Two experiments conducted in Italy demonstrated that exposing participants to falsely accelerated cardiac feedback prior to administering electric shocks caused them to perceive the shocks as more painful. This artificial feedback also triggered an enhanced physiological response in anticipation of the shock, resulting in a slower heartbeat in participants. The study was published in Neuroscience.
Pain is a complex sensory and emotional experience typically associated with tissue damage or a threat of harm to the body. It serves as a crucial protective mechanism, alerting an individual to potential danger and promoting behaviors that help avoid or mitigate harm. The sensation of pain involves a sophisticated interplay of physiological and psychological processes.
These processes involve pain receptors in body tissues that detect harmful stimuli and transmit signals to the brain, but whether a person experiences pain and how intense also depends on what one expects to experience. Because of this, pain can sometimes occur even when no damage to the body has been done.
Scientists propose that our brain acts as a complex prediction device constantly making inferences about what is happening and what is about to happen. Sensations largely depend on these inferences. However, brain’s predictions do not always mirror reality. They are often inaccurate, although the human brain constantly tries to adapt its predictions and make them accurate.
Study author Eleonora Parrotta and her colleagues noted that previous research indicates the human perception of pain might be significantly influenced by bodily sensations (i.e., interoceptive sensations). This led them to hypothesize that manipulating cardiac feedback – information about heart function – could alter pain perception. One method of doing this is through false auditory feedback, such as playing heartbeat sounds that participants mistakenly believe are their own.
In the first experiment, researchers attached electrocardiography electrodes (ECG) to the participants’ skin and provided them with headphones. The ECG equipment recorded the participants’ heart activity, while during one phase of the experiment, heartbeat sounds were played through the headphones. These sounds either matched the participant’s actual heartbeat or were artificially faster or slower.
After some time, participants received a painful electric shock. There were five different levels of electric shock, and participants were asked to rate the intensity of each. The experiment had two phases: a no-feedback phase, where no cardiac feedback sounds were played, and a feedback phase when they were. The no-feedback phase consisted of 10 trials, and the feedback phase had 18. Post-experiment, participants completed the Body Perception Questionnaire to assess bodily awareness and reactivity.

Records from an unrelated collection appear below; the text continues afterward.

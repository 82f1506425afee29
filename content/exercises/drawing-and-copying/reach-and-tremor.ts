import { defineExercise, type Variant } from '@/lib/marking/definition';
import { withinPercent } from '@/lib/marking/tolerance';
import { radians } from '@/lib/geometry/angle';
import { strayAtPen } from '@/lib/kinematics/linkage/pantograph-making';
import { pantographReach } from '@/lib/kinematics/linkage/pantograph-reach';
import { lengthField } from '@/lib/quantities/field';
import { write } from '@/lib/quantities/write';
import { drawSize, givenLength, givenNumber, lengthWithin, plain, said } from '../sizes';
import { scaleSaid, scaleValue, type Scale } from './scales';

type Drawn = {
  readonly bar: number;
  readonly copy: number;
  readonly drawing: number;
  readonly closed: number;
  readonly opened: number;
  readonly stray: number;
};

const scales: readonly Scale[] = [
  [3, 2],
  [2, 1],
  [5, 2],
  [3, 1],
  [4, 1],
];

/** Number: how deep may the drawing be, and what becomes of a stray of the stylus? */
export const reachAndTremor = defineExercise<Drawn>({
  id: 'reach-and-tremor',
  version: 1,
  kind: 'number',
  lesson: 'pantograph',
  title: 'Reach and tremor',
  skills: ['pantograph.reach', 'pantograph.scale'],
  draw(source, units) {
    const bar = drawSize(source, units, { mm: [300, 700, 20], in: [12, 28, 1] });
    const [copy, drawing] = source.pick(scales);
    const closed = source.pick([30, 40, 50]);
    const opened = source.pick([110, 120, 130, 140, 150]);
    const stray = drawSize(source, units, { mm: [0.4, 2, 0.2], in: [1 / 64, 5 / 64, 1 / 64] });
    // A tenth of a millimetre is the finest that is meant.
    return { bar, copy, drawing, closed, opened, stray: Number(stray.toFixed(6)) };
  },
  prompt: () =>
    'Two long bars of L each; the first end is fixed, the stylus in the middle, and the scale is k. The elbow may work from γ₁ to γ₂. How deep may the drawing be, measured straight out from the fixed point? And if the stylus strays from the line by ε, how far does the pen stray?',
  givens: ({ givens: g, units }) => [
    givenLength('L', 'long bars', g.bar, units),
    givenNumber('k', 'copy to drawing', scaleSaid(g.copy, g.drawing)),
    givenNumber('γ₁', 'elbow closed to', g.closed, '°'),
    givenNumber('γ₂', 'elbow opened to', g.opened, '°'),
    givenLength('ε', 'stylus strays by', g.stray, units),
  ],
  parts: [
    {
      kind: 'number',
      key: 'depth',
      skills: ['pantograph.reach'],
      label: () => 'Depth of the drawing',
      field: (units) => lengthField(units),
      tolerance: lengthWithin(1, 0.04),
      answer: (variant) => depthAt(variant).stylus,
      slips: [
        {
          id: 'pen-reach',
          value: (v) => depthAt(v).pen,
          advice: (v) =>
            `That is the depth of the copy, at the pen. The stylus works ${plain(kOf(v))} times nearer.`,
        },
        {
          id: 'full-stretch',
          value: (v) => (2 * v.givens.bar) / kOf(v),
          advice: () =>
            'That reckons from elbow shut to elbow straight. Neither works: near them the bars bind and the copy shakes.',
        },
        {
          id: 'whole-angle',
          value: (v) => {
            const { bar, opened, closed } = v.givens;
            const difference = Math.sin(radians(opened)) - Math.sin(radians(closed));
            return (2 * bar * Math.abs(difference)) / kOf(v);
          },
          advice: () =>
            'Two equal bars and the line across make a triangle with equal legs: half the elbow’s angle counts.',
        },
      ],
    },
    {
      kind: 'number',
      key: 'stray',
      skills: ['pantograph.reach', 'pantograph.scale'],
      label: () => 'The pen strays by',
      field: (units) => lengthField(units),
      tolerance: () => withinPercent(2),
      answer: (variant) => strayAtPen(kOf(variant), variant.givens.stray),
      slips: [
        {
          id: 'error-unscaled',
          value: ({ givens: g }) => g.stray,
          advice: (v) =>
            `The pen does to a fault what it does to a line: ${plain(kOf(v))} times as much.`,
        },
        {
          id: 'error-divided',
          value: (v) => v.givens.stray / kOf(v),
          advice: () =>
            'Enlarging enlarges the faults too. Only copying smaller makes them smaller.',
        },
      ],
    },
  ],
  hints: ({ givens: g, units }) => [
    'From the fixed point to the pen is the third side of a triangle with two legs L.',
    'Pen’s distance: 2L sin(γ ÷ 2). Stylus: that ÷ k. Faults: × k.',
    `At the far end: 2 × ${said(g.bar, units)} × sin(${write(g.opened, '°')} ÷ 2) = …`,
  ],
  solution(variant) {
    const { givens: g, units } = variant;
    const { pen, stylus } = reachOf(variant);
    const k = plain(kOf(variant));
    return [
      `Pen, elbow opened: 2 × ${said(g.bar, units)} × sin ${write(g.opened / 2, '°')} = ${said(pen.most, units)}; closed: ${said(pen.least, units)}.`,
      `The stylus stands ${k} times nearer: from ${said(stylus.least, units)} to ${said(stylus.most, units)}, a depth of ${said(depthAt(variant).stylus, units)}.`,
      `A stray of ${said(g.stray, units)} becomes ${k} × ${said(g.stray, units)} = ${said(strayAtPen(kOf(variant), g.stray), units)}.`,
    ];
  },
});

function kOf({ givens: g }: Variant<Drawn>): number {
  return scaleValue([g.copy, g.drawing]);
}

function reachOf(variant: Variant<Drawn>) {
  const { bar, closed, opened } = variant.givens;
  const hole = bar / kOf(variant);
  const bars = { first: bar, second: bar, firstHole: hole, secondHole: hole };
  const elbow = { least: radians(closed), most: radians(opened) };
  return pantographReach(bars, 'middle-to-end', elbow);
}

function depthAt(variant: Variant<Drawn>): { stylus: number; pen: number } {
  const { stylus, pen } = reachOf(variant);
  return { stylus: stylus.most - stylus.least, pen: pen.most - pen.least };
}
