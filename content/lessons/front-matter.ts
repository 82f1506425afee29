import { readdirSync, readFileSync } from 'node:fs';
import path from 'node:path';
import { parse } from 'yaml';
import { frontMatterSchema, type FrontMatter } from './front-matter-schema';

const folder = path.join(process.cwd(), 'content', 'lessons');

/**
 * Reads the front matter at the head of an MDX document.
 * @throws Error that names the file and the field when it is missing or malformed.
 */
export function parseFrontMatter(source: string, file: string): FrontMatter {
  const block = /^---\n([\s\S]*?)\n---\n/.exec(source)?.[1];
  if (block === undefined) throw new Error(`${file}: no front matter between two lines of ---`);
  const result = frontMatterSchema.safeParse(parse(block));
  if (result.success) return result.data;
  const issues = result.error.issues.map((issue) => `${issue.path.join('.')}: ${issue.message}`);
  throw new Error(`${file}: ${issues.join('; ')}`);
}

/** Every lesson document, as a path below `content/lessons`. */
export function listLessonFiles(): readonly string[] {
  return readdirSync(folder, { recursive: true, encoding: 'utf8' })
    .filter((file) => file.endsWith('.mdx'))
    .map((file) => file.split(path.sep).join('/'))
    .sort();
}

/** The text of a lesson document, front matter included. */
export function readLessonFile(file: string): string {
  return readFileSync(path.join(folder, file), 'utf8');
}

let read: readonly FrontMatter[] | null = null;

/**
 * What every lesson says about itself, by unit and then in the order of the unit. Read once in
 * production, afresh each time while developing.
 */
export function listLessons(): readonly FrontMatter[] {
  if (read !== null && process.env.NODE_ENV === 'production') return read;
  read = listLessonFiles()
    .map((file) => parseFrontMatter(readLessonFile(file), file))
    .sort((one, other) => one.unitNumber - other.unitNumber || one.order - other.order);
  return read;
}

/** The lesson of this unit and name, or null. */
export function findLesson(unit: string, lesson: string): FrontMatter | null {
  return listLessons().find((entry) => entry.unit === unit && entry.id === lesson) ?? null;
}

/** Where a lesson is read: `/lessons/toothed-wheels/train-of-toothed-wheels`. */
export function lessonPath(lesson: Pick<FrontMatter, 'unit' | 'id'>): string {
  return `/lessons/${lesson.unit}/${lesson.id}`;
}
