import { z } from 'zod';

/**
 * The motions that somebody may come looking for who does not know the mechanism: the way in
 * called "By motion". Each has one plain sentence.
 */
export const ways = {
  slower: 'Turning into slower turning',
  faster: 'Turning into faster turning',
  'other-way': 'Turning into turning the other way',
  'round-a-corner': 'Turning round a corner',
  'to-and-fro': 'Turning into to-and-fro',
  steps: 'Turning into steps',
  copy: 'A hand’s path into a copy',
  oval: 'A hand’s path into an oval',
  'straight-line': 'A hand’s path into a straight line',
} as const;

/** One of the motions of {@link ways}. */
export type Way = keyof typeof ways;

const kebab = z.string().regex(/^[a-z0-9]+(-[a-z0-9]+)*$/, 'expected a name-like-this');
const skill = z.string().regex(/^[a-z]+\.[a-z-]+$/, 'expected family.skill');

/**
 * The front matter of a lesson. `sections` stand in the order of the page and give the rule margin
 * its ticks; `motions` and `limits` feed "By motion".
 */
export const frontMatterSchema = z.strictObject({
  id: kebab,
  unit: kebab,
  unitNumber: z.int().min(1),
  unitTitle: z.string().min(3),
  order: z.int().min(1),
  title: z.string().min(3),
  summary: z.string().min(20).max(240),
  motions: z
    .array(z.strictObject({ way: z.literal(Object.keys(ways) as Way[]), by: z.string().min(3) }))
    .min(1),
  skills: z.array(skill).min(1),
  sections: z.array(z.strictObject({ id: kebab, label: z.string().min(2).max(14) })).min(3),
  bench: z.enum(['train', 'trammel', 'pantograph']),
  limits: z.array(z.string().min(10)).min(1),
});

/** What a lesson says about itself, before its text is read. */
export type FrontMatter = z.infer<typeof frontMatterSchema>;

In the second experiment, the researchers investigated whether sounds clearly external to the body, such as non-organic sounds, would have similar effects to heartbeat sounds. The experiment mirrored the first, but instead of heartbeats, participants listened to percussive sounds created by knocking wood together during the feedback phase. These percussive sounds varied in speed, similar to the heartbeat manipulations.

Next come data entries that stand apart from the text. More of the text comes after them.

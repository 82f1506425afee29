/** A scale as the shop says it: copy to drawing, in whole numbers. */
export type Scale = readonly [copy: number, drawing: number];

/** A scale as a number. */
export function scaleValue([copy, drawing]: Scale): number {
  return copy / drawing;
}

/** A scale as it is said: `3 : 2`. */
export function scaleSaid(copy: number, drawing: number): string {
  return `${copy} : ${drawing}`;
}

/** Whether a length lies on a row of holes `step` apart. */
export function onAHole(length: number, step: number): boolean {
  return Math.abs(length / step - Math.round(length / step)) < 1e-6;
}
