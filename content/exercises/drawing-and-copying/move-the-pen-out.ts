import { defineExercise } from '@/lib/marking/definition';
import { trammelOval } from '@/lib/kinematics/linkage/trammel';
import { inUnits, said } from '../sizes';

type Drawn = {
  readonly apart: number;
  readonly near: number;
  readonly out: number;
  readonly length: number;
  readonly width: number;
  /** How much the length and the width grow; equal, since the pins stay as far apart. */
  readonly grown: number;
};

/** Prediction: what becomes of the oval when the pen is moved farther out on the bar? */
export const moveThePenOut = defineExercise<Drawn>({
  id: 'move-the-pen-out',
  version: 1,
  kind: 'prediction',
  lesson: 'trammel-and-oval',
  title: 'Move the pen out',
  skills: [],
  draw(_source, units) {
    const apart = inUnits(units, 100, 4);
    const near = inUnits(units, 60, 2.5);
    const out = inUnits(units, 50, 2);
    const before = trammelOval({ uprightPin: near + apart, levelPin: near });
    const after = trammelOval({ uprightPin: near + apart + out, levelPin: near + out });
    return {
      apart,
      near,
      out,
      length: 2 * before.semiMajor,
      width: 2 * before.semiMinor,
      grown: 2 * (after.semiMajor - before.semiMajor),
    };
  },
  prompt: ({ givens: g, units }) =>
    `The two pins stay ${said(g.apart, units)} apart on the bar. The pen stands ${said(g.near, units)} beyond the near one, and the oval comes out ${said(g.length, units)} by ${said(g.width, units)}. Now you move the pen ${said(g.out, units)} farther out. What becomes of the oval?`,
  givens: () => [],
  parts: [
    {
      kind: 'choice',
      key: 'oval',
      skills: [],
      label: () => 'The oval',
      options: [
        {
          option: 'both-grow',
          label: ({ givens: g, units }) =>
            `Length and width both grow by ${said(g.grown, units)}, so it gets rounder`,
        },
        { option: 'same-shape', label: () => 'It grows in both directions in the same proportion' },
        { option: 'only-longer', label: () => 'It gets longer; the width stays' },
        {
          option: 'half-for-full',
          label: ({ givens: g, units }) => `Length and width both grow by ${said(g.out, units)}`,
        },
      ],
      answer: () => ['both-grow'],
      slips: [
        {
          id: 'same-shape',
          options: () => ['same-shape'],
          advice: () =>
            'A longer arm is not an enlargement: the same piece was added to both halves.',
        },
        {
          id: 'only-longer',
          options: () => ['only-longer'],
          advice: () => 'The pen moved away from both pins, so both halves grew.',
        },
        {
          id: 'half-for-full',
          options: () => ['half-for-full'],
          advice: () => 'The pen goes as far out on the other side too.',
        },
      ],
    },
  ],
  hints: () => [
    'Which two distances does the pen hand to the oval?',
    'Half the length is pen to far pin; half the width is pen to near pin.',
    'Both distances grow by the same piece.',
  ],
  solution: ({ givens: g, units }) => [
    `Pen to far pin and pen to near pin both grow by ${said(g.out, units)}.`,
    `Each is half of the oval one way, so length and width both grow by ${said(g.grown, units)}.`,
  ],
  afterwards: () =>
    'Now move the pen on the bench. Which distance on the bar stayed, and what of the oval stayed with it?',
});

The results of the first experiment indicated that participants found electric shocks more painful when exposed to faster cardiac feedback (heartbeat sounds) compared to slower feedback or feedback matching their real heartbeat rate. They also rated the pain as more unpleasant in the faster feedback condition. Notably, their actual heart rate decreased when listening to the faster cardiac feedback, an effect not observed with the other feedback types.
In the second experiment, participants again rated the pain from electric shocks as more intense when they were listening to faster paced sounds (faster clapping of the two woods), but the effect was smaller in magnitude. Pain unpleasantness and real heartrate were unaffected by these sounds – they were the same for all three paces.
“These findings show for the first time that cardiac feedback manipulation can be conceptualized in terms of an interoceptive inference that modulates both our perception and the physiological state of the body, thereby actively generating the interoceptive and autonomic consequences that have been predicted,” the study authors concluded.
The study sheds light on the psychological mechanisms of pain perception. However, it also has limitations that need to be taken into account. Notably, the study samples were small and consisted almost exclusively of young people. Studies on larger samples and participants of different age might not yield equal results.
The paper, “Exposure to false cardiac feedback alters pain perception and anticipatory cardiac frequency”, was authored by Eleonora Parrotta, Patric Bach, Giovanni Pezzulo, Mauro Gianni Perrucci, Marcello Costantini, Francesca Ferri.